How does the brain represent the reliability of its sensory evidence? Here, we test whether sensory uncertainty is encoded in cortical population activity as the width of a probability distribution, a hypothesis that lies at the heart of Bayesian models of neural coding. We probe the neural representation of uncertainty by capitalizing on a well-known behavioral bias called serial dependence. Human observers of either sex reported the orientation of stimuli presented in sequence, while activity in visual cortex was measured with fMRI. We decoded probability distributions from population-level activity and found that serial dependence effects in behavior are consistent with a statistically advantageous sensory integration strategy, in which uncertain sensory information is given less weight. More fundamentally, our results suggest that probability distributions decoded from human visual cortex reflect the sensory uncertainty that observers rely on in their decisions, providing critical evidence for Bayesian theories of perception.SIGNIFICANCE STATEMENT Virtually any decision that people make is based on uncertain and incomplete information. Although uncertainty plays a major role in decision-making, we have but a nascent understanding of its neural basis. Here, we probe the neural code of uncertainty by capitalizing on a well-known perceptual illusion. We developed a computational model to explain the illusion, and tested it in behavioral and neuroimaging experiments. This revealed that the illusion is not a mistake of perception, but rather reflects a rational decision under uncertainty. No less important, we discovered that the uncertainty that people use in this decision is represented in brain activity as the width of a probability distribution, providing critical evidence for current Bayesian theories of decision-making.

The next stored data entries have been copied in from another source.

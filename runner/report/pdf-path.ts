/** The PDF path of a report (`--pdf`): the same name with .pdf. Apart from pdf.ts so that using it loads no browser code. */
export function pdfPathFor(report: string): string {
  return report.replace(/\.html?$/i, "") + ".pdf";
}
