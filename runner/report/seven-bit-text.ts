/**
 * Binary data as text an HTML `<script>` element keeps exactly, at 8 bits of file per 7 bits of data (base64 needs
 * 8 per 6): the bits are cut into 7-bit groups, and each group is one character, U+0000–U+007F, written as one UTF-8
 * byte. The three groups an HTML parser would change or act on — 0 (NUL becomes U+FFFD), 13 (CR becomes LF) and 60
 * (`<` can end the element) — are written together with the group after them as one character
 * U+0080–U+01FF: (k << 7) | next, k = 1, 2, 3 for 0, 13, 60, which UTF-8 writes in 2 bytes, so they cost nothing
 * extra. The last group is padded with zero bits; the reader stops at the byte count, given beside the text.
 * plotly-loader.js holds the matching reader.
 */

/** The 7-bit groups that never stand alone, in the order of their marks 1, 2, 3. */
export const SEVEN_BIT_ESCAPED = [0, 13, 60] as const;

/** Encodes `bytes` as seven-bit text (see the file comment). */
export function sevenBitText(bytes: Uint8Array): string {
  const groups: number[] = [];
  let buffer = 0;
  let bits = 0;
  for (const byte of bytes) {
    buffer = (buffer << 8) | byte;
    bits += 8;
    while (bits >= 7) {
      bits -= 7;
      groups.push((buffer >> bits) & 127);
    }
    buffer &= (1 << bits) - 1;
  }
  if (bits > 0) groups.push((buffer << (7 - bits)) & 127);
  const codes: number[] = [];
  for (let i = 0; i < groups.length; i++) {
    const g = groups[i]!;
    const mark = SEVEN_BIT_ESCAPED.indexOf(g as 0 | 13 | 60) + 1;
    if (mark === 0) codes.push(g);
    else codes.push((mark << 7) | (groups[++i] ?? 0));
  }
  let text = "";
  for (let i = 0; i < codes.length; i += 8192) text += String.fromCharCode(...codes.slice(i, i + 8192));
  return text;
}

/** Decodes seven-bit text back into `length` bytes (the same algorithm as plotly-loader.js, for tests and tools). */
export function bytesFromSevenBitText(text: string, length: number): Uint8Array {
  const out = new Uint8Array(length);
  let buffer = 0;
  let bits = 0;
  let at = 0;
  const push = (group: number) => {
    buffer = ((buffer << 7) | group) & 0x7fff;
    bits += 7;
    if (bits >= 8 && at < length) {
      bits -= 8;
      out[at++] = (buffer >> bits) & 255;
    }
  };
  for (let i = 0; i < text.length && at < length; i++) {
    const c = text.charCodeAt(i);
    if (c < 128) push(c);
    else {
      push(SEVEN_BIT_ESCAPED[(c >> 7) - 1]!);
      push(c & 127);
    }
  }
  if (at < length) throw new Error(`seven-bit text holds ${at} bytes, not ${length}`);
  return out;
}
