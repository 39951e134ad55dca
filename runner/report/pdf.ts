/**
 * `--pdf`: prints a written HTML report to `<report>.pdf` with headless Chromium, driven by playwright-core (an npm
 * library that drives an installed browser; it downloads nothing). The system's Chromium is used: CHROMIUM_PATH, or
 * the usual install paths. The page is opened from its file, so it fetches nothing; the PDF is printed after every
 * figure is drawn (`<body data-figures="drawn">`, set by figures-client.js), with the report's print layout (its
 * `@page` size, margins and page numbers). One browser serves every report of a command and is closed at its end.
 */
import fs from "node:fs";
import { createRequire } from "node:module";
import { pathToFileURL } from "node:url";
import type { Browser } from "playwright-core";
import { writeFileAtomic } from "../shared/write-atomic.ts";

/** Where Chromium is looked for, in order, after CHROMIUM_PATH. */
export const CHROMIUM_PATHS = [
  "/usr/bin/chromium",
  "/usr/bin/chromium-browser",
  "/usr/bin/google-chrome",
  "/usr/bin/google-chrome-stable",
  "/Applications/Google Chrome.app/Contents/MacOS/Google Chrome",
  "/Applications/Chromium.app/Contents/MacOS/Chromium",
];

/** Raised when no Chromium can be found or started: says how to install one. */
export class NoChromiumError extends Error {
  override readonly name = "NoChromiumError";
}

export { pdfPathFor } from "./pdf-path.ts";

/** The Chromium executable to use, or undefined. */
export function findChromium(env: NodeJS.ProcessEnv = process.env): string | undefined {
  if (env.CHROMIUM_PATH) return fs.existsSync(env.CHROMIUM_PATH) ? env.CHROMIUM_PATH : undefined;
  return CHROMIUM_PATHS.find((p) => fs.existsSync(p));
}

const INSTALL_HINT =
  "install one (Debian or Ubuntu: sudo apt-get install chromium; Fedora: sudo dnf install chromium; macOS: install Google Chrome) " +
  "or point CHROMIUM_PATH at a Chromium or Chrome executable";

/** The window the report is laid out in before printing, and the print options (the report's own @page rules). */
export const PDF_VIEWPORT = { width: 1000, height: 1200 } as const;
// A4 unless the report's own @page rule names a size (it sets only the margins).
export const PDF_OPTIONS = { format: "A4", preferCSSPageSize: true, printBackground: true } as const;

let browser: Promise<Browser> | undefined;

async function openBrowser(): Promise<Browser> {
  const executablePath = findChromium();
  if (!executablePath)
    throw new NoChromiumError(
      process.env.CHROMIUM_PATH
        ? `CHROMIUM_PATH=${process.env.CHROMIUM_PATH} does not exist; ${INSTALL_HINT}`
        : `--pdf needs Chromium, and none was found (looked for CHROMIUM_PATH, ${CHROMIUM_PATHS.slice(0, 4).join(", ")}); ${INSTALL_HINT}`,
    );
  // Loaded only for --pdf, with require, so the bundled CLI neither carries nor loads it otherwise.
  const { chromium } = createRequire(import.meta.url)("playwright-core") as typeof import("playwright-core");
  try {
    return await chromium.launch({
      executablePath,
      args: ["--headless", "--no-sandbox", "--disable-gpu", "--disable-background-networking"],
    });
  } catch (e) {
    throw new NoChromiumError(
      `Chromium at ${executablePath} could not be started (${(e as Error).message.split("\n")[0]}); ${INSTALL_HINT}`,
    );
  }
}

/** Prints `report` (an HTML file) to `pdf` once its figures are drawn; throws a NoChromiumError when there is no browser. */
export async function printReportToPdf(report: string, pdf: string): Promise<void> {
  browser ??= openBrowser();
  let opened: Browser;
  try {
    opened = await browser;
  } catch (e) {
    browser = undefined;
    throw e;
  }
  const page = await opened.newPage({ viewport: PDF_VIEWPORT });
  try {
    // Nothing but the report's own file is loaded (reports fetch nothing; this makes sure).
    await page.route(/^(?!file:)/, (route) => route.abort());
    await page.goto(pathToFileURL(report).href, { waitUntil: "load" });
    if ((await page.locator(".plot[data-spec]").count()) > 0)
      await page.waitForSelector("body[data-figures]", { timeout: 120_000 });
    const bytes = await page.pdf(PDF_OPTIONS);
    writeFileAtomic(pdf, [bytes]);
  } finally {
    await page.close();
  }
}

/** Closes the browser, if one was opened. */
export async function closePdfPrinter(): Promise<void> {
  const open = browser;
  browser = undefined;
  if (open) await (await open.catch(() => undefined))?.close();
}
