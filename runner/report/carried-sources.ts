/**
 * The sources a report carries so that it can be run again from the report alone: the notebook's text and the files
 * its cells read or imported (within the limits of shared/carried-files.ts), as
 * `<script type="application/json" id="tristim-sources">`, and the command that runs them again. `tristim restore`
 * (restore.ts) writes them back into a folder. Built from the run record only.
 */
import path from "node:path";
import type { NotebookDocument } from "../parse/notebook.ts";
import type { RunRecord } from "../records/run-record.ts";
import { CARRIED_FILE_LIMIT, CARRIED_TOTAL_LIMIT } from "../shared/carried-files.ts";
import { DEFAULT_TIME_LIMIT_MS } from "../shared/time-limit.ts";
import { displayPath } from "../text/display-path.ts";
import { jsonForScript } from "./escape.ts";

export const SOURCES_ELEMENT_ID = "tristim-sources";
export const SOURCES_FORMAT = "tristim-sources";
export const SOURCES_VERSION = 1;

/** One file the cells used: carried (base64) or named as missing, with its SHA-256. */
export interface CarriedFile {
  /** Relative to the notebook's folder, with forward slashes. */
  readonly path: string;
  readonly sha256: string | null;
  readonly base64?: string;
  /** Why it is not carried. */
  readonly missing?: string;
}

/** What the report carries. */
export interface CarriedSources {
  readonly format: typeof SOURCES_FORMAT;
  readonly version: typeof SOURCES_VERSION;
  readonly limits: { readonly fileBytes: number; readonly totalBytes: number };
  readonly notebook: { readonly file: string; readonly sha256: string; readonly base64: string };
  readonly files: readonly CarriedFile[];
  /** The arguments of `tristim run` that give this report again, run in the restored folder. */
  readonly rerun: readonly string[];
}

/** The carried sources of a run. */
export function carriedSources(
  document: NotebookDocument,
  run: RunRecord,
  options: { linkAssets: boolean },
): CarriedSources {
  const dir = path.dirname(document.path);
  return {
    format: SOURCES_FORMAT,
    version: SOURCES_VERSION,
    limits: { fileBytes: CARRIED_FILE_LIMIT, totalBytes: CARRIED_TOTAL_LIMIT },
    notebook: {
      file: path.basename(document.path),
      sha256: run.notebook.sha256,
      base64: Buffer.from(document.text, "utf8").toString("base64"),
    },
    files: run.filesRead.map((f) => ({
      path: displayPath(f.path, dir, "relative").split(path.sep).join("/"),
      sha256: f.sha256 ?? null,
      ...(f.content !== undefined ? { base64: f.content } : { missing: f.notCarried ?? "not carried" }),
    })),
    rerun: rerunArguments(document, run, options),
  };
}

/** `run --reproducible nb.md` with the options that shaped the report. */
function rerunArguments(
  document: NotebookDocument,
  run: RunRecord,
  options: { linkAssets: boolean },
): string[] {
  const args = ["run", "--reproducible", path.basename(document.path)];
  for (const [name, value] of Object.entries(run.inputsSet))
    args.push("--input", `${name}=${typeof value === "string" ? value : JSON.stringify(value)}`);
  if (run.batch) args.push("--input", `${run.batch.input}=${String(run.inputs[run.batch.input])}`);
  if (run.timeLimitMs !== DEFAULT_TIME_LIMIT_MS) args.push("--time-limit", `${run.timeLimitMs}ms`);
  if (run.keepGoing) args.push("--keep-going");
  if (options.linkAssets) args.push("--link-assets");
  return args;
}

/** The command as one shell line (arguments quoted where a shell would split or expand them). */
export function shellLine(args: readonly string[]): string {
  return ["tristim", ...args]
    .map((a) => (/^[\w@%+=:,./-]+$/.test(a) ? a : `'${a.replaceAll("'", "'\\''")}'`))
    .join(" ");
}

/** The `<script>` element that carries the sources. */
export function sourcesScript(sources: CarriedSources): string {
  return `<script type="application/json" id="${SOURCES_ELEMENT_ID}">${jsonForScript(sources)}</script>`;
}

/** Reads the carried sources back from a report's HTML; throws when there are none. */
export function readCarriedSources(html: string): CarriedSources {
  const m = new RegExp(`<script type="application/json" id="${SOURCES_ELEMENT_ID}">([^<]*)</script>`).exec(
    html,
  );
  if (!m)
    throw new Error(
      `no <script id="${SOURCES_ELEMENT_ID}"> element: not a tristim report, or one made before reports carried their sources`,
    );
  const sources = JSON.parse(m[1]!) as CarriedSources;
  if (sources.format !== SOURCES_FORMAT || sources.version !== SOURCES_VERSION)
    throw new Error(
      `the carried sources have format ${JSON.stringify(sources.format)} version ${sources.version}; this tristim reads "${SOURCES_FORMAT}" version ${SOURCES_VERSION}`,
    );
  return sources;
}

Keywords: computational modeling; fMRI; perceptual decision-making; serial dependence; uncertainty.

Figure 1.

Trial structure. Each trial in the experiment started with the presentation of a stimulus, followed by a fixation interval, and then a response window. Trials were separated by a 4000 ms intertrial interval. Participants adjusted the orientation of a centrally presented bar to match the previously seen stimulus orientation. The stimulus and response bar are not drawn to true scale and contrast.

Figure 2.

Distribution of orientation change over time in natural videos. Two databases of natural videos, which we refer to as cat and city (Kayser et al., 2003; Betsch et al., 2004; Dorr et al., 2010), were analyzed for their orientation content as it evolved over time. Each video database was analyzed at three different spatial scales (lower, middle, and upper third of the spatial frequency spectrum) and for three different temporal intervals (200, 1000, and 10,000 ms). Panels represent the orientation transition distribution measured in the two databases for different temporal intervals (averaged across spatial scales) and spatial scales (averaged across temporal intervals), as well as the overall mean across all spatial and temporal scales and both databases. The general shape observed across all analysis settings is that of a flat baseline with a central peak, which in the naturalistic observer model was approximated by a mixture distribution of a central peak and a uniform baseline.

Figure 3.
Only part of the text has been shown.